◆ WHAT IS BEING ASKED ◆
Everything in the listing below should be repeated exactly.

◆ EXERCISE INPUT ◆
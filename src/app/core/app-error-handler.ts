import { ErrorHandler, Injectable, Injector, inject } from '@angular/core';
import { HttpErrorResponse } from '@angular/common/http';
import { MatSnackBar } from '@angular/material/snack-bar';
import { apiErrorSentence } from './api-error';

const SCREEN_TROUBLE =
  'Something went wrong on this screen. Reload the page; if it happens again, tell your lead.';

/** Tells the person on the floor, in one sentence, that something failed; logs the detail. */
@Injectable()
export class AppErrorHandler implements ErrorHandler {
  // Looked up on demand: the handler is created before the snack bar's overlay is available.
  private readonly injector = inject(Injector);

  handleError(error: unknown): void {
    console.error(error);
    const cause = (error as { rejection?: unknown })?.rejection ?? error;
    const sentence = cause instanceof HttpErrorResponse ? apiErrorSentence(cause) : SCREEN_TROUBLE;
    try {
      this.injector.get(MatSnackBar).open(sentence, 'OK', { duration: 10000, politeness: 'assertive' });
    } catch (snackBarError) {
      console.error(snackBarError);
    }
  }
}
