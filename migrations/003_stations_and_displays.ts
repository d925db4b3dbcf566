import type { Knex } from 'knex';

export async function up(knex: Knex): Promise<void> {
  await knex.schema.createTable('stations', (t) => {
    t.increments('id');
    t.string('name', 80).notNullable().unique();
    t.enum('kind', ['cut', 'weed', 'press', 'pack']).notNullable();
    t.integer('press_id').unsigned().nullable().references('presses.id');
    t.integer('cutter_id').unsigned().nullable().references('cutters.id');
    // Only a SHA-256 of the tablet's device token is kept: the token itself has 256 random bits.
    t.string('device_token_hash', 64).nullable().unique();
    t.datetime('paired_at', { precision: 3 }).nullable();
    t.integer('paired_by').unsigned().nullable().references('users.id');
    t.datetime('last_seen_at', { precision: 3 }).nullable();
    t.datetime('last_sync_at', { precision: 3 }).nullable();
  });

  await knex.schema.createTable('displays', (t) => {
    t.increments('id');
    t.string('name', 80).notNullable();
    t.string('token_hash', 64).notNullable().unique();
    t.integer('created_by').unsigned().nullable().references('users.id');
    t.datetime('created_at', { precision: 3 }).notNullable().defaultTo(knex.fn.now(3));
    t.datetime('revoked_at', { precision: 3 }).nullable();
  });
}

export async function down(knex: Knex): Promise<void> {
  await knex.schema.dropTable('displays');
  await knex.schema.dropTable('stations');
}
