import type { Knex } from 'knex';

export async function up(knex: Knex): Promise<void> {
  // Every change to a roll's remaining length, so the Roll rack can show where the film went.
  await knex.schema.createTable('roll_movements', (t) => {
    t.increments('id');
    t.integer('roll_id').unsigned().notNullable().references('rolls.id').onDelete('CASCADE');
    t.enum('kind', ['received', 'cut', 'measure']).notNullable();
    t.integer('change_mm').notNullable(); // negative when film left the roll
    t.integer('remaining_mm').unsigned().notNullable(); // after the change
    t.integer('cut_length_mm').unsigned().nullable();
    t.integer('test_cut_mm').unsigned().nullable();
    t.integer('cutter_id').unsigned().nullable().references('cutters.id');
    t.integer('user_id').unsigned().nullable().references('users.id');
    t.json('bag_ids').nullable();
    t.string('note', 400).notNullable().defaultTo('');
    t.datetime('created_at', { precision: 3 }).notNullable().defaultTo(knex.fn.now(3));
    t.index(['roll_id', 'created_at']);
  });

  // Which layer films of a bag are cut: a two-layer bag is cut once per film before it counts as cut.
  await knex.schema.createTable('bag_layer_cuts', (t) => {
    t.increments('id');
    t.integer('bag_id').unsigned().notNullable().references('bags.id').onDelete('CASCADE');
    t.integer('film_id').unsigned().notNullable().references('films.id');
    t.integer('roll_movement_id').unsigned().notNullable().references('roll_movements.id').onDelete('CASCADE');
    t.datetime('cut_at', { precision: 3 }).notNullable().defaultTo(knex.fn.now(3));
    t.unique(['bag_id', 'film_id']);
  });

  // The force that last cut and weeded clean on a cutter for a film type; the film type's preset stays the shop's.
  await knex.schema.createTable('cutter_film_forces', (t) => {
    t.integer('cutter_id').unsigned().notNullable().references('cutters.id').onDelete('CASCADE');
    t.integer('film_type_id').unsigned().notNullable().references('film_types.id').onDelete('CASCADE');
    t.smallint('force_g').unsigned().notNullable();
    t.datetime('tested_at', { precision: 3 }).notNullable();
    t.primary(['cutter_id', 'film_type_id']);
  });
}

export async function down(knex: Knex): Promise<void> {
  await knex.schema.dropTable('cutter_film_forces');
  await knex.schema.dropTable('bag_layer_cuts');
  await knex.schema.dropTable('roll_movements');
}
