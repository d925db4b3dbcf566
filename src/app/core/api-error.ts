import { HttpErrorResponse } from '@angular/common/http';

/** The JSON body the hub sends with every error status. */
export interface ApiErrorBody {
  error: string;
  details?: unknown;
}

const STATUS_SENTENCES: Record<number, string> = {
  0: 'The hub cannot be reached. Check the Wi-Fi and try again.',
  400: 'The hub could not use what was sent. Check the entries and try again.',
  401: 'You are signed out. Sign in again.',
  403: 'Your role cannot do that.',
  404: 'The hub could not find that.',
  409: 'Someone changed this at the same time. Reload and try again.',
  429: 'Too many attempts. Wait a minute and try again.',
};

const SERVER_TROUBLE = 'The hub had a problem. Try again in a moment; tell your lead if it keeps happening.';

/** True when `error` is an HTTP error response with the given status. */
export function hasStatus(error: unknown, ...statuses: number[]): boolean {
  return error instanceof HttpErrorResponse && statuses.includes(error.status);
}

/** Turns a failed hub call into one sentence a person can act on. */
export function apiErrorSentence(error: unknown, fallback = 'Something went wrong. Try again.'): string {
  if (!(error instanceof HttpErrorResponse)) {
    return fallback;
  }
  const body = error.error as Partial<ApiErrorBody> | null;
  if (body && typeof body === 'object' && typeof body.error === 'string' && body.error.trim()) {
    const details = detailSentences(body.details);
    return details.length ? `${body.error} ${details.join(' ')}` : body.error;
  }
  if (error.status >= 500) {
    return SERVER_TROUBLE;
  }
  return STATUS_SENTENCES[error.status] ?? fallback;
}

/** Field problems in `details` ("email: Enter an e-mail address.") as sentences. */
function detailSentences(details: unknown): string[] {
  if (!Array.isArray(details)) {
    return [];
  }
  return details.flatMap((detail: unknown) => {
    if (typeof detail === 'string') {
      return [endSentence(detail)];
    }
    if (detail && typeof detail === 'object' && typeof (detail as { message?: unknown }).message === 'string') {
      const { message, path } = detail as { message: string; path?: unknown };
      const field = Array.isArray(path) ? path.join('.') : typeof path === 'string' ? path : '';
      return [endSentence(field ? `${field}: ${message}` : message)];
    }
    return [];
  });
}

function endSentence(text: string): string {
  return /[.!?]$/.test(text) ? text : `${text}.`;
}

◆ RESULT OF THIS TASK ◆
filename src/app/core/app-error-handler.ts
import { ErrorHandler, Injectable, Injector, inject } from '@angular/core';
import { HttpErrorResponse } from '@angular/common/http';
import { MatSnackBar } from '@angular/material/snack-bar';
import { apiErrorSentence } from './api-error';

const SCREEN_TROUBLE =
  'Something went wrong on this screen. Reload the page; if it happens again, tell your lead.';

/** Tells the person on the floor, in one sentence, that something failed; logs the detail. */
@Injectable()
export class AppErrorHandler implements ErrorHandler {
  // Looked up on demand: the handler is created before the snack bar's overlay is available.
  private readonly injector = inject(Injector);

  handleError(error: unknown): void {
    console.error(error);
    const cause = (error as { rejection?: unknown })?.rejection ?? error;
    const sentence = cause instanceof HttpErrorResponse ? apiErrorSentence(cause) : SCREEN_TROUBLE;
    try {
      this.injector.get(MatSnackBar).open(sentence, 'OK', { duration: 10000, politeness: 'assertive' });
    } catch (snackBarError) {
      console.error(snackBarError);
    }
  }
}
filename migrations/003_stations_and_displays.ts
repository d925db4b3dbcf566
import type { Knex } from 'knex';

export async function up(knex: Knex): Promise<void> {
  await knex.schema.createTable('stations', (t) => {
    t.increments('id');
    t.string('name', 80).notNullable().unique();
    t.enum('kind', ['cut', 'weed', 'press', 'pack']).notNullable();
    t.integer('press_id').unsigned().nullable().references('presses.id');
    t.integer('cutter_id').unsigned().nullable().references('cutters.id');
    // Only a SHA-256 of the tablet's device token is kept: the token itself has 256 random bits.
    t.string('device_token_hash', 64).nullable().unique();
    t.datetime('paired_at', { precision: 3 }).nullable();
    t.integer('paired_by').unsigned().nullable().references('users.id');
    t.datetime('last_seen_at', { precision: 3 }).nullable();
    t.datetime('last_sync_at', { precision: 3 }).nullable();
  });

  await knex.schema.createTable('displays', (t) => {
    t.increments('id');
    t.string('name', 80).notNullable();
    t.string('token_hash', 64).notNullable().unique();
    t.integer('created_by').unsigned().nullable().references('users.id');
    t.datetime('created_at', { precision: 3 }).notNullable().defaultTo(knex.fn.now(3));
    t.datetime('revoked_at', { precision: 3 }).nullable();
  });
}

export async function down(knex: Knex): Promise<void> {
  await knex.schema.dropTable('displays');
  await knex.schema.dropTable('stations');
}
import type { Knex } from 'knex';

export async function up(knex: Knex): Promise<void> {
  // Every change to a roll's remaining length, so the Roll rack can show where the film went.
  await knex.schema.createTable('roll_movements', (t) => {
    t.increments('id');
    t.integer('roll_id').unsigned().notNullable().references('rolls.id').onDelete('CASCADE');
    t.enum('kind', ['received', 'cut', 'measure']).notNullable();
    t.integer('change_mm').notNullable(); // negative when film left the roll
    t.integer('remaining_mm').unsigned().notNullable(); // after the change
    t.integer('cut_length_mm').unsigned().nullable();
    t.integer('test_cut_mm').unsigned().nullable();
    t.integer('cutter_id').unsigned().nullable().references('cutters.id');
    t.integer('user_id').unsigned().nullable().references('users.id');
    t.json('bag_ids').nullable();
    t.string('note', 400).notNullable().defaultTo('');
    t.datetime('created_at', { precision: 3 }).notNullable().defaultTo(knex.fn.now(3));
    t.index(['roll_id', 'created_at']);
  });

  // Which layer films of a bag are cut: a two-layer bag is cut once per film before it counts as cut.
  await knex.schema.createTable('bag_layer_cuts', (t) => {
    t.increments('id');
    t.integer('bag_id').unsigned().notNullable().references('bags.id').onDelete('CASCADE');
    t.integer('film_id').unsigned().notNullable().references('films.id');
    t.integer('roll_movement_id').unsigned().notNullable().references('roll_movements.id').onDelete('CASCADE');
    t.datetime('cut_at', { precision: 3 }).notNullable().defaultTo(knex.fn.now(3));
    t.unique(['bag_id', 'film_id']);
  });

  // The force that last cut and weeded clean on a cutter for a film type; the film type's preset stays the shop's.
  await knex.schema.createTable('cutter_film_forces', (t) => {
    t.integer('cutter_id').unsigned().notNullable().references('cutters.id').onDelete('CASCADE');
    t.integer('film_type_id').unsigned().notNullable().references('film_types.id').onDelete('CASCADE');
    t.smallint('force_g').unsigned().notNullable();
    t.datetime('tested_at', { precision: 3 }).notNullable();
    t.primary(['cutter_id', 'film_type_id']);
  });
}

export async function down(knex: Knex): Promise<void> {
  await knex.schema.dropTable('cutter_film_forces');
  await knex.schema.dropTable('bag_layer_cuts');
  await knex.schema.dropTable('roll_movements');
}
repository d925db4b3dbcf566
filename src/app/core/api-error.ts
import { HttpErrorResponse } from '@angular/common/http';

/** The JSON body the hub sends with every error status. */
export interface ApiErrorBody {
  error: string;
  details?: unknown;
}

const STATUS_SENTENCES: Record<number, string> = {
  0: 'The hub cannot be reached. Check the Wi-Fi and try again.',
  400: 'The hub could not use what was sent. Check the entries and try again.',
  401: 'You are signed out. Sign in again.',
  403: 'Your role cannot do that.',
  404: 'The hub could not find that.',
  409: 'Someone changed this at the same time. Reload and try again.',
  429: 'Too many attempts. Wait a minute and try again.',
};

const SERVER_TROUBLE = 'The hub had a problem. Try again in a moment; tell your lead if it keeps happening.';

/** True when `error` is an HTTP error response with the given status. */
export function hasStatus(error: unknown, ...statuses: number[]): boolean {
  return error instanceof HttpErrorResponse && statuses.includes(error.status);
}

/** Turns a failed hub call into one sentence a person can act on. */
export function apiErrorSentence(error: unknown, fallback = 'Something went wrong. Try again.'): string {
  if (!(error instanceof HttpErrorResponse)) {
    return fallback;
  }
  const body = error.error as Partial<ApiErrorBody> | null;
  if (body && typeof body === 'object' && typeof body.error === 'string' && body.error.trim()) {
    const details = detailSentences(body.details);
    return details.length ? `${body.error} ${details.join(' ')}` : body.error;
  }
  if (error.status >= 500) {
    return SERVER_TROUBLE;
  }
  return STATUS_SENTENCES[error.status] ?? fallback;
}

/** Field problems in `details` ("email: Enter an e-mail address.") as sentences. */
function detailSentences(details: unknown): string[] {
  if (!Array.isArray(details)) {
    return [];
  }
  return details.flatMap((detail: unknown) => {
    if (typeof detail === 'string') {
      return [endSentence(detail)];
    }
    if (detail && typeof detail === 'object' && typeof (detail as { message?: unknown }).message === 'string') {
      const { message, path } = detail as { message: string; path?: unknown };
      const field = Array.isArray(path) ? path.join('.') : typeof path === 'string' ? path : '';
      return [endSentence(field ? `${field}: ${message}` : message)];
    }
    return [];
  });
}

function endSentence(text: string): string {
  return /[.!?]$/.test(text) ? text : `${text}.`;
}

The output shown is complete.